_WHAT IS BEING ASKED:_ Could you repeat every record exactly as it appears?
*** PROVIDED MATERIAL Section Begins ***
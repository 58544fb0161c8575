//! Claims.

use super::check_terms;
use super::names::Names;
use super::scope::{RangeOf, Scope, Where};
use crate::claim::{Claim, Target, Yield};
use crate::collect::Collector;
use crate::expression::{Condition, Expr, ExprKind, Relation};
use crate::family::Pattern;
use crate::index::{Environment, MAX_INSTANCES, index_value};
use crate::read::shorten;
use crate::source::{Diagnostic, Span};

/// Notes every mistake in a claim; `words` stand for its indices where these could not be read.
///
/// True if nothing is wrong apart from the target, so that the sweeps can be tried out.
pub(crate) fn check(
    names: &Names,
    claim: &Claim,
    words: &[String],
    errors: &mut Collector,
) -> bool {
    let before = errors.count();
    let place = match claim.target {
        Target::Data { .. } => Where::Data,
        Target::Value(_) | Target::Derivative(_) => Where::Ring,
    };
    let mut scope = Scope::new(names, place);
    scope.assumed = words;
    for (number, sweep) in claim.sweeps.iter().enumerate() {
        scope.later = &claim.sweeps[number..];
        scope.sweep(sweep, RangeOf::Listing, errors);
    }
    scope.later = &[];
    check_length(claim, errors);
    for condition in &claim.conditions {
        if let Some((name, name_span)) = value_of_unbound(&scope, condition) {
            errors.push(
                Diagnostic::new("this is not a range", condition.span).help(format!(
                    "a range is written `{} = 1..n`; one value is the range `3..3`",
                    shorten(name)
                )),
            );
            scope.indices.push((name.to_owned(), name_span));
            continue;
        }
        scope.condition(condition, errors);
    }
    check_terms(&mut scope, &claim.terms, errors);
    for yielded in &claim.yields {
        check_yield(names, claim, words, yielded, errors);
    }
    let right = errors.count() == before;
    match &claim.target {
        Target::Value(expr) | Target::Derivative(expr) => {
            scope.value(expr, errors);
        }
        Target::Data { .. } => {}
    }
    right
}

/// The variable in a condition `j = 3` when no range binds it.
fn value_of_unbound<'a>(scope: &Scope<'_>, condition: &'a Condition) -> Option<(&'a str, Span)> {
    match (&condition.operands[..], &condition.relations[..]) {
        (
            [
                Expr {
                    kind: ExprKind::Name { base, primes: 0 },
                    span,
                },
                _,
            ],
            [Relation::Equal],
        ) if !scope.binds(base) => Some((base, *span)),
        _ => None,
    }
}

/// Refuses a sweep whose literal ranges alone are far too long.
fn check_length(claim: &Claim, errors: &mut Collector) {
    let empty = Environment::new();
    let mut combinations = 1usize;
    for sweep in &claim.sweeps {
        let Some(end) = &sweep.end else { continue };
        if let (Ok(from), Ok(to)) = (index_value(&sweep.start, &empty), index_value(end, &empty))
            && from <= to
        {
            let width = usize::try_from(to.abs_diff(from)).unwrap_or(usize::MAX);
            combinations = combinations.saturating_mul(width.saturating_add(1));
        }
    }
    // Conditions may leave fewer; what they are tried on is bounded too, by `Claim::instances`.
    let most = if claim.conditions.is_empty() {
        MAX_INSTANCES
    } else {
        4 * MAX_INSTANCES
    };
    if combinations > most {
        errors.push(
            Diagnostic::new(
                format!(
                    "the sweep of claim `{}` has more than {MAX_INSTANCES} instances",
                    shorten(&claim.name)
                ),
                claim.sweep_span(),
            )
            .help("shorten the ranges, or split the claim"),
        );
    }
}

fn check_yield(
    names: &Names,
    claim: &Claim,
    words: &[String],
    yielded: &Yield,
    errors: &mut Collector,
) {
    if matches!(claim.target, Target::Data { .. }) {
        errors.push(
            Diagnostic::new("a claim about numbers yields nothing", yielded.span)
                .help("only coefficients that are proved or checked in the ring define elements"),
        );
        return;
    }
    let mut scope = Scope::new(names, Where::Ring);
    scope.assumed = words;
    for sweep in &claim.sweeps {
        scope
            .indices
            .push((sweep.variable.clone(), sweep.variable_span));
    }
    let mut unknown = false;
    for (pattern, span) in yielded.pattern.iter().zip(&yielded.pattern_spans) {
        if let Pattern::Variable(name) = pattern
            && !scope.binds(name)
        {
            unknown = true;
            let known = claim.sweeps.iter().map(|sweep| sweep.variable.as_str());
            names.note_unknown(
                "index variable",
                name,
                *span,
                known.collect(),
                "the indices on the left are numbers and index variables of the claim",
                errors,
            );
        }
    }
    for sweep in &claim.sweeps {
        let used = yielded
            .pattern
            .iter()
            .any(|pattern| matches!(pattern, Pattern::Variable(name) if *name == sweep.variable));
        if !used && !unknown {
            errors.push(
                Diagnostic::new(
                    format!(
                        "every value of `{}` yields the same element",
                        shorten(&sweep.variable)
                    ),
                    yielded.span,
                )
                .also(sweep.variable_span, "this index")
                .help("let all indices of the claim occur on the left"),
            );
        }
    }
    check_terms(&mut scope, &yielded.terms, errors);
}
*** PROVIDED MATERIAL Section Ends ***
_ANSWER SECTION:_
repository 58544fb0161c8575
//! Claims.

use super::check_terms;
use super::names::Names;
use super::scope::{RangeOf, Scope, Where};
use crate::claim::{Claim, Target, Yield};
use crate::collect::Collector;
use crate::expression::{Condition, Expr, ExprKind, Relation};
use crate::family::Pattern;
use crate::index::{Environment, MAX_INSTANCES, index_value};
use crate::read::shorten;
use crate::source::{Diagnostic, Span};

/// Notes every mistake in a claim; `words` stand for its indices where these could not be read.
///
/// True if nothing is wrong apart from the target, so that the sweeps can be tried out.
pub(crate) fn check(
    names: &Names,
    claim: &Claim,
    words: &[String],
    errors: &mut Collector,
) -> bool {
    let before = errors.count();
    let place = match claim.target {
        Target::Data { .. } => Where::Data,
        Target::Value(_) | Target::Derivative(_) => Where::Ring,
    };
    let mut scope = Scope::new(names, place);
    scope.assumed = words;
    for (number, sweep) in claim.sweeps.iter().enumerate() {
        scope.later = &claim.sweeps[number..];
        scope.sweep(sweep, RangeOf::Listing, errors);
    }
    scope.later = &[];
    check_length(claim, errors);
    for condition in &claim.conditions {
        if let Some((name, name_span)) = value_of_unbound(&scope, condition) {
            errors.push(
                Diagnostic::new("this is not a range", condition.span).help(format!(
                    "a range is written `{} = 1..n`; one value is the range `3..3`",
                    shorten(name)
                )),
            );
            scope.indices.push((name.to_owned(), name_span));
            continue;
        }
        scope.condition(condition, errors);
    }
    check_terms(&mut scope, &claim.terms, errors);
    for yielded in &claim.yields {
        check_yield(names, claim, words, yielded, errors);
    }
    let right = errors.count() == before;
    match &claim.target {
        Target::Value(expr) | Target::Derivative(expr) => {
            scope.value(expr, errors);
        }
        Target::Data { .. } => {}
    }
    right
}

/// The variable in a condition `j = 3` when no range binds it.
fn value_of_unbound<'a>(scope: &Scope<'_>, condition: &'a Condition) -> Option<(&'a str, Span)> {
    match (&condition.operands[..], &condition.relations[..]) {
        (
            [
                Expr {
                    kind: ExprKind::Name { base, primes: 0 },
                    span,
                },
                _,
            ],
            [Relation::Equal],
        ) if !scope.binds(base) => Some((base, *span)),
        _ => None,
    }
}

/// Refuses a sweep whose literal ranges alone are far too long.
fn check_length(claim: &Claim, errors: &mut Collector) {
    let empty = Environment::new();
    let mut combinations = 1usize;
    for sweep in &claim.sweeps {
        let Some(end) = &sweep.end else { continue };
        if let (Ok(from), Ok(to)) = (index_value(&sweep.start, &empty), index_value(end, &empty))
            && from <= to
        {
            let width = usize::try_from(to.abs_diff(from)).unwrap_or(usize::MAX);
            combinations = combinations.saturating_mul(width.saturating_add(1));
        }
    }
    // Conditions may leave fewer; what they are tried on is bounded too, by `Claim::instances`.
    let most = if claim.conditions.is_empty() {
        MAX_INSTANCES
    } else {
        4 * MAX_INSTANCES
    };
    if combinations > most {
        errors.push(
            Diagnostic::new(
                format!(
                    "the sweep of claim `{}` has more than {MAX_INSTANCES} instances",
                    shorten(&claim.name)
                ),
                claim.sweep_span(),
            )
            .help("shorten the ranges, or split the claim"),
        );
    }
}

fn check_yield(
    names: &Names,
    claim: &Claim,
    words: &[String],
    yielded: &Yield,
    errors: &mut Collector,
) {
    if matches!(claim.target, Target::Data { .. }) {
        errors.push(
            Diagnostic::new("a claim about numbers yields nothing", yielded.span)
                .help("only coefficients that are proved or checked in the ring define elements"),
        );
        return;
    }
    let mut scope = Scope::new(names, Where::Ring);
    scope.assumed = words;
    for sweep in &claim.sweeps {
        scope
            .indices
            .push((sweep.variable.clone(), sweep.variable_span));
    }
    let mut unknown = false;
    for (pattern, span) in yielded.pattern.iter().zip(&yielded.pattern_spans) {
        if let Pattern::Variable(name) = pattern
            && !scope.binds(name)
        {
            unknown = true;
            let known = claim.sweeps.iter().map(|sweep| sweep.variable.as_str());
            names.note_unknown(
                "index variable",
                name,
                *span,
                known.collect(),
                "the indices on the left are numbers and index variables of the claim",
                errors,
            );
        }
    }
    for sweep in &claim.sweeps {
        let used = yielded
            .pattern
            .iter()
            .any(|pattern| matches!(pattern, Pattern::Variable(name) if *name == sweep.variable));
        if !used && !unknown {
            errors.push(
                Diagnostic::new(
                    format!(
                        "every value of `{}` yields the same element",
                        shorten(&sweep.variable)
                    ),
                    yielded.span,
                )
                .also(sweep.variable_span, "this index")
                .help("let all indices of the claim occur on the left"),
            );
        }
    }
    check_terms(&mut scope, &yielded.terms, errors);
}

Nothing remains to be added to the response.